▶ Source material

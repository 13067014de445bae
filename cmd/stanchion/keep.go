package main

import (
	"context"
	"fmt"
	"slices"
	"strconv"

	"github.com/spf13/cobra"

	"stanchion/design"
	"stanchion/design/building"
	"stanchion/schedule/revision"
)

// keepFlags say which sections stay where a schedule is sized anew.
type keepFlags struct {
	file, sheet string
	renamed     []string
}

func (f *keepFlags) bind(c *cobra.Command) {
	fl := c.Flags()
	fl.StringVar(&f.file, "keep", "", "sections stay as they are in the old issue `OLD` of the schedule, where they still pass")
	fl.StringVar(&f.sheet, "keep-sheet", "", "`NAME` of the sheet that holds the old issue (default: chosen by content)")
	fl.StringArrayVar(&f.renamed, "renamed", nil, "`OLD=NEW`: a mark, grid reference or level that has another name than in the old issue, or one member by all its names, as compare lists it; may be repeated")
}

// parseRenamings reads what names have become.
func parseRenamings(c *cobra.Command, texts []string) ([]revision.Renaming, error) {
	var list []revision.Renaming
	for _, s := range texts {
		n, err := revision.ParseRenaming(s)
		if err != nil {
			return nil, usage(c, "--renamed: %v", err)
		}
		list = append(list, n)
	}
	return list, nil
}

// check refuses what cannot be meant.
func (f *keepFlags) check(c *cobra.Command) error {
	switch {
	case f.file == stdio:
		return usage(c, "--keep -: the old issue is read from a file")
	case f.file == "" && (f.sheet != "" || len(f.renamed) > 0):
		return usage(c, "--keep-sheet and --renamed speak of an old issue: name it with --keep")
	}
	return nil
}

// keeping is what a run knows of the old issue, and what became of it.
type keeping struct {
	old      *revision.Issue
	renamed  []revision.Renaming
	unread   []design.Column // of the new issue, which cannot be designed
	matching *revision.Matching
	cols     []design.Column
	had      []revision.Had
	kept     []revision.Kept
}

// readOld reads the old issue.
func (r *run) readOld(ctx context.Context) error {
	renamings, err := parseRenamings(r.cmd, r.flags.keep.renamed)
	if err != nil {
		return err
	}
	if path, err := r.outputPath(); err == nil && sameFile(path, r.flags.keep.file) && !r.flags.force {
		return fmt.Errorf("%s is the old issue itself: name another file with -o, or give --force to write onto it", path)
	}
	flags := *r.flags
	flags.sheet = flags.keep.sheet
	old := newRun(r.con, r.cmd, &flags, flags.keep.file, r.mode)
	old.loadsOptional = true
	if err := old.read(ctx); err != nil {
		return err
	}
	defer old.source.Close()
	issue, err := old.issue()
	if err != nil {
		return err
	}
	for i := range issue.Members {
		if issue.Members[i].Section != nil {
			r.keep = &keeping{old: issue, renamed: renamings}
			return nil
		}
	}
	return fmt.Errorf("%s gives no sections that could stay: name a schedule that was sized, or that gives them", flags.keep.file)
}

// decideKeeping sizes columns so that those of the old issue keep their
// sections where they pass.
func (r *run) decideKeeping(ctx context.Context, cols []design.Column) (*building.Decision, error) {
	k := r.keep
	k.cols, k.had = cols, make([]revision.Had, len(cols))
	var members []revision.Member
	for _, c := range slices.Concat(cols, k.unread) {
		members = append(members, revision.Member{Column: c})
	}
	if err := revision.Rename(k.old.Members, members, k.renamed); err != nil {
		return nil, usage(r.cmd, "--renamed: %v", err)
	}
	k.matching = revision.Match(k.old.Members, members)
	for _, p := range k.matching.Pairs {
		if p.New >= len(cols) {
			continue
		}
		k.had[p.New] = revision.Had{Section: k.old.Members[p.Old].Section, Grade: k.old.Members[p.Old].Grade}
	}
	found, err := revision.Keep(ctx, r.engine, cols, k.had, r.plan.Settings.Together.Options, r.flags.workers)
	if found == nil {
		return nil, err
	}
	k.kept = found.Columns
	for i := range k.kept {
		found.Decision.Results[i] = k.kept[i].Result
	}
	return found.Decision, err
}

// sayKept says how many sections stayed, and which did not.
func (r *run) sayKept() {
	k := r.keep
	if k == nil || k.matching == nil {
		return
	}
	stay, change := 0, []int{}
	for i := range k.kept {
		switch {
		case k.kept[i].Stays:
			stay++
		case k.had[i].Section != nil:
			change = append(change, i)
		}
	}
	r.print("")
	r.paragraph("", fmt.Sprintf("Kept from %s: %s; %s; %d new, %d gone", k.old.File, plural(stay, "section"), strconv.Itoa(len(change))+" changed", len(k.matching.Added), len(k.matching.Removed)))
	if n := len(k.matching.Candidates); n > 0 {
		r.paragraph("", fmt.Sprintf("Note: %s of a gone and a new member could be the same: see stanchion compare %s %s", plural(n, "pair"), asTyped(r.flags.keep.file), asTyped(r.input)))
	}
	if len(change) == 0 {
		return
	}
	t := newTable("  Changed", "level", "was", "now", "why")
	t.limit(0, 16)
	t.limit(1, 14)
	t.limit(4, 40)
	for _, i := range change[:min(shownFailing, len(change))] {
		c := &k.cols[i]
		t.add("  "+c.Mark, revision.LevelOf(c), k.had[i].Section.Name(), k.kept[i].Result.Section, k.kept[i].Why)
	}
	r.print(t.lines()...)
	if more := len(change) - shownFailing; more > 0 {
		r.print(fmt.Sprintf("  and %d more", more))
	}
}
==
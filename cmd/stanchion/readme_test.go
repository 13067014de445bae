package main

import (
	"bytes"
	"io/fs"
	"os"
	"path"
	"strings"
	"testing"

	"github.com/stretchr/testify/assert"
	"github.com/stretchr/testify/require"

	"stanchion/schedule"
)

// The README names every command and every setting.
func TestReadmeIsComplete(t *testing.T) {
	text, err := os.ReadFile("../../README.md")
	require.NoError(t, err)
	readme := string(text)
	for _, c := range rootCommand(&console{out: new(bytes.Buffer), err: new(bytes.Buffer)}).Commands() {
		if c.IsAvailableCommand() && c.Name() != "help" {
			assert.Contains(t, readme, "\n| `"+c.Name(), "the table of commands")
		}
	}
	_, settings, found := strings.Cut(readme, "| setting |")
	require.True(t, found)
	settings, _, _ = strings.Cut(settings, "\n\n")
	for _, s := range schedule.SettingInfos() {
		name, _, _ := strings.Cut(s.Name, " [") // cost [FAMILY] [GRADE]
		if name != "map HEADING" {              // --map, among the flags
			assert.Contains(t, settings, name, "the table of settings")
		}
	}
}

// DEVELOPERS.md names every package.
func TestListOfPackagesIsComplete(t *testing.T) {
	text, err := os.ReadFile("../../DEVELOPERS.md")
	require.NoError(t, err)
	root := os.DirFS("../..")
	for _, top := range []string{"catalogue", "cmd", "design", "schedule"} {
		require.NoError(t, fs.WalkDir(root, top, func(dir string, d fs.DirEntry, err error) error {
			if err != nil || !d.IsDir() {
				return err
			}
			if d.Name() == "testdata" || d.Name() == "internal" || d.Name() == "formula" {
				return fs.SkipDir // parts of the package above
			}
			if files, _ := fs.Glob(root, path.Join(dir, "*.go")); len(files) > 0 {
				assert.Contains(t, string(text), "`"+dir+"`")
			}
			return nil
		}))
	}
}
--
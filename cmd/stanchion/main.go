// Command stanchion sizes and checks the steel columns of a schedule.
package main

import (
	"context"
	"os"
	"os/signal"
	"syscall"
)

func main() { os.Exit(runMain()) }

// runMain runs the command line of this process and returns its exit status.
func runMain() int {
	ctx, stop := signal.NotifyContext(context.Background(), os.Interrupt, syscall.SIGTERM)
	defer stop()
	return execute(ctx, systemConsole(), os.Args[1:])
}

▶ Exercise description
The expected output is each line of the records above that includes the word "reads".

▶ Answer box
// parseRenamings reads what names have become.
// readOld reads the old issue.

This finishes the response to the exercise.